Work to be completed -
Look for the word "PolicySummary" in the data below, and copy every line that holds it.
*** Opening Input data ***
Json json_of(const sheets::ForecastPage& page) {
  const bath::BathType& type = page.forecast.chemistry().type();
  std::vector<std::string> warnings = page.forecast.notes();
  for (const Problem& problem : page.run.ended) warnings.push_back(problem.text());
  Json doc = document(warnings);
  doc["tank"] = page.tank.name;
  doc["policy"] = page.policy_file;
  doc["state_from"] = page.state_from;
  doc["horizon_days"] = page.run.days.back().day;
  doc["samples"] = page.bands ? page.bands->samples : 0;
  const auto date = [&](const std::optional<double>& day) {
    const std::string text = sheets::iso_date(page.forecast.policy(), day);
    return text.empty() ? Json() : Json(text);
  };
  doc["limits"] = Json::array();
  for (const auto& limit : page.limits)
    doc["limits"].push_back({{"name", limit.name},
                             {"quantity", limit.quantity.empty() ? Json() : Json(limit.quantity)},
                             {"g_per_L", limit.quantity.empty() ? Json() : Json(limit.g_per_L)},
                             {"date", date(limit.day)},
                             {"kind", limit.quantity.empty() ? "solid" : "level"},
                             {"cause", forecast::name(limit.cause)},
                             {"day", or_null(limit.day)},
                             {"day_p05", or_null(limit.day_p05)},
                             {"day_p50", or_null(limit.day_p50)},
                             {"day_p95", or_null(limit.day_p95)},
                             {"share", limit.share}});
  doc["steady_state"] = Json::object();
  if (page.steady_state)
    for (std::size_t q = 0; q < type.quantities.size(); ++q)
      doc["steady_state"][type.quantities[q].id] = (*page.steady_state)[q];
  doc["not_found"] = Json::array();
  if (!page.steady_state)
    doc["not_found"].push_back({{"what", "steady_state"}, {"limit", nullptr}, {"why", page.why_unsettled}});
  const auto from_day = [&](const std::optional<forecast::FromDay>& from) {
    return from ? Json{{"day", from->day}, {"date", date(from->day)}, {"why", from->why}} : Json();
  };
  doc["indicative"] = from_day(page.run.indicative);
  doc["beyond"] = from_day(page.run.beyond);
  doc["bleed_to_hold"] = Json::object();
  doc["largest_load"] = Json::object();
  for (const auto& bleed : page.bleeds) {
    doc["bleed_to_hold"][bleed.limit] = or_null(bleed.litres_per_day);
    doc["largest_load"][bleed.limit] = or_null(bleed.load);
    for (const auto& [what, why] :
         {std::pair{"bleed_to_hold", bleed.why_no_bleed}, std::pair{"largest_load", bleed.why_no_load}})
      if (!why.empty()) doc["not_found"].push_back({{"what", what}, {"limit", bleed.limit}, {"why", why}});
  }
  doc["series"] = Json::array();
  for (const forecast::Day& day : page.run.days) {
    Json row{{"day", day.day},
             {"concentrations", Json::object()},
             {"headroom", Json::object()},
             {"pH", std::isnan(day.pH) ? Json() : Json(day.pH)}};
    for (std::size_t q = 0; q < type.quantities.size(); ++q)
      row["concentrations"][type.quantities[q].id] = day.quantity_g_per_L[q];
    for (std::size_t s = 0; s < type.solids.size(); ++s)
      row["headroom"][type.solids[s].name] = {{"working_log10", day.working_log10[s]},
                                              {"idle_log10", day.idle_log10[s]}};
    row["volume_L"] = day.volume_L;
    row["cost"] = day.cost;
    row["waste_L"] = day.waste_L;
    row["drag_out_L"] = day.drag_out_L;
    row["top_up_L"] = day.top_up_L;
    row["turnovers"] = day.turnovers;
    doc["series"].push_back(std::move(row));
  }
  doc["bands"] = Json::object();
  if (page.bands)
    for (std::size_t q = 0; q < type.quantities.size(); ++q)
      doc["bands"][type.quantities[q].id] = {{"p05", page.bands->quantity[q].p05},
                                             {"p50", page.bands->quantity[q].p50},
                                             {"p95", page.bands->quantity[q].p95}};
  doc["balance"] = page.run.balance;
  doc["sensitivity"] = Json::array();
  for (const auto& of_limit : page.sensitivity) {
    Json influences = Json::array();
    for (const auto& one : of_limit.influences)
      influences.push_back({{"input", one.input},
                            {"u_rel", one.u_rel},
                            {"day_lower", or_null(one.day_lower)},
                            {"day_higher", or_null(one.day_higher)},
                            {"days", one.days}});
    doc["sensitivity"].push_back({{"limit", of_limit.limit}, {"influences", influences}});
  }
  add_ledger(doc, page.run, type);
  if (!page.run.rinsed.stages.empty()) doc["rinses"] = json_of(page.run.rinsed, type);
  doc["policies"] = Json::array();
  const auto* best = sheets::cheapest_that_holds(page.policies);
  for (const auto& one : page.policies) doc["policies"].push_back(json_of(one, &one == best));
  return doc;
}

/// Faults found beyond the reading of a policy, with its file.
Problems of_file(const std::string& file, Problems problems) {
  for (Problem& problem : problems)
    if (problem.where.find(file) == std::string::npos)
      problem.where = file + (problem.where.empty() ? "" : ": " + problem.where);
  return problems;
}

/// One row a day, g/L by quantity, as spreadsheets read it (RFC 4180).
Outcome write_csv(const std::string& path, const sheets::ForecastPage& page) {
  std::ofstream file(path);
  file << "day";
  const bath::BathType& type = page.forecast.chemistry().type();
  for (const auto& quantity : type.quantities) file << ",\"" << quantity.id << " g/L\"";
  for (const auto& solid : type.solids)
    file << ",\"" << solid.name << " headroom at work\",\"" << solid.name << " headroom at rest\"";
  file << ",pH,cost,waste L,drag-out L,water L,turnovers\r\n";
  const auto figure = [&](double value) {
    file << ',';
    if (std::isfinite(value)) file << units::significant(value, 7);
  };
  for (const auto& day : page.run.days) {
    file << day.day;
    for (const double level : day.quantity_g_per_L) figure(level);
    for (std::size_t s = 0; s < type.solids.size(); ++s)
      figure(day.working_log10[s]), figure(day.idle_log10[s]);
    for (const double value : {day.pH, day.cost, day.waste_L, day.drag_out_L, day.top_up_L, day.turnovers})
      figure(value);
    file << "\r\n";
  }
  if (file.flush()) return Done{};
  return Problem{Fault::io, path, "could not be written", "", "Check the folder and its rights."};
}

/// Samples with progress on a terminal; Ctrl-C stops them.
Result<forecast::Bands> sampled(const Context& context, const Options& options, const Forecast& forecast,
                                const bath::TankState& start) {
  Forecast::Sampling sampling;
  sampling.samples = options.samples;
  sampling.seed = options.seed;
  sampling.threads = std::max(1u, std::thread::hardware_concurrency());
  const bool tell = !context.json && ::isatty(STDERR_FILENO) != 0;
  double reached = 0;
  int told = -1;
  auto* const before = std::signal(SIGINT, [](int) { interrupted = 1; });
  auto bands = forecast.sample(start, sampling, [&](double share) {
    reached = share;
    const int per_cent = static_cast<int>(100 * share);
    if (tell && per_cent != std::exchange(told, per_cent))
      std::cerr << "\r" << per_cent << " % of the samples, Ctrl-C stops" << std::flush;
    return interrupted == 0;
  });
  std::signal(SIGINT, before);
  if (tell) std::cerr << "\r                                   \r" << std::flush;
  if (bands || interrupted == 0) return bands;
  return Problem{Fault::io, "forecast",
                 "stopped by Ctrl-C after " + std::to_string(static_cast<int>(100 * reached)) +
                     " % of the samples; nothing was written",
                 "", "Ask for fewer with --samples; 0 leaves them out."};
}

/// Each of the files as a policy of this tank, to set beside the first.
Result<std::vector<sheets::PolicySummary>> others(const Options& options, const Shop& shop,
                                                  const StartingState& start) {
  std::vector<sheets::PolicySummary> all;
  Problems problems;
  for (const std::string& file : options.against) {
    const auto policy = work::policy_from(start, file, shop.type());
    const auto forecast =
        policy ? Forecast::prepare(shop.tank, shop.chemistry, *policy) : Result<Forecast>(policy.problems());
    const auto run = forecast ? forecast->run(start.state) : Result<forecast::Run>(forecast.problems());
    if (run)
      all.push_back({file, policy->horizon_days, forecast->summary(*run, forecast->limits(*run))});
    else
      for (const Problem& problem : of_file(file, run.problems())) problems.push_back(problem);
  }
  if (!problems.empty()) return problems;
  return all;
}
*** Closing Input data ***
Reply to the task -
Result<std::vector<sheets::PolicySummary>> others(const Options& options, const Shop& shop,
  std::vector<sheets::PolicySummary> all;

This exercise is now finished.